My dataset consists of 68 groups, each with 4 data points inside it.

As means of a robustness test, I am looking to see how the type of average/mean I use impacts the analysis that I will make.

In this case, I am using five types of means which are (1) a harmonized mean, (2) a geometric mean, (3) an arithmetic mean, (4) a trimmed arithmetic mean, and (5) a winsorized arithmetic mean.

The Question

After reading, I understand that the common practice for winsorizing is by first selecting a value of x% - of which the top x% percentile and bottom x% percentile that will be then winsorized. However, I was wondering if the following approach would be better suited to my case:

Doing a Grubbs' / Dixon's test to identify outliers in each group, and then winsorizing those outliers. Would this be better than selecting a certain x%? This is because I only have four data points.
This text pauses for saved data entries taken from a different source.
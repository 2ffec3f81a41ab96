package main

import (
	"bytes"
	"fmt"
	"io"
	"strings"

	"github.com/trestle-go/trestle/materials"
	"github.com/trestle-go/trestle/springnet"
	"github.com/trestle-go/trestle/springnet/modelfile"
)

// demoArg is the file argument that names the built-in demo model.
const demoArg = "demo"

// loadDemo reads the demo model embedded in the modelfile package.
func loadDemo() (*modelfile.File, error) {
	f, err := modelfile.Read("demo", bytes.NewReader(modelfile.Demo()))
	if err != nil {
		return nil, fmt.Errorf("the built-in demo model does not read: %w", err)
	}
	return f, nil
}

// loadFile reads the model file name ("-": standard input; "demo": the
// built-in demo) and builds its model.
func loadFile(name string, stdin io.Reader) (*modelfile.File, error) {
	if name == demoArg {
		return loadDemo()
	}
	data, err := readInput(name, stdin)
	if err != nil {
		return nil, err
	}
	f, err := modelfile.Read(displayName(name), bytes.NewReader(data))
	if err != nil {
		return nil, err
	}
	return f, nil
}

// modelName is how reports name the model of f.
func modelName(f *modelfile.File) string {
	switch {
	case f.Title != "" && f.Name != "":
		return fmt.Sprintf("%s (%s)", f.Title, f.Name)
	case f.Title != "":
		return f.Title
	}
	return f.Name
}

// loadModel reads a model file and returns its model, report name and
// dynamics inputs.
func loadModel(name string, stdin io.Reader) (*springnet.Model, string, dynamics, error) {
	f, err := loadFile(name, stdin)
	if err != nil {
		return nil, "", dynamics{}, err
	}
	return f.Model, modelName(f), dynamicsOf(f), nil
}

// parseLevel reads a --level value.
func parseLevel(s string) (materials.Level, error) {
	switch strings.ToLower(strings.TrimSpace(s)) {
	case "nominal", "nom", "":
		return materials.Nominal, nil
	case "low", "lo":
		return materials.Low, nil
	case "high", "hi":
		return materials.High, nil
	}
	return 0, fmt.Errorf("--level %q: want low, nominal or high", s)
}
Side Note (Open to any comments)

I understand that Grubbs and Dixon both operate under the assumption of normally distributed data, so I have also conducted a normality test (Shapiro-Wilk) for all 68 groups. However, I have also read a study (https://www.osti.gov/biblio/5478051-note-robustness-dixon-ratio-test-small-samples-testing-outliers) that mentioned Dixon's Q-test can operate on non-normal distributed data given a small samples (3-5). Hence, a. For groups that are normally distributed, I apply the Grubbs test to find for outliers. b. For groups that are non-normally distributed, I apply the Q-test to find for outliers.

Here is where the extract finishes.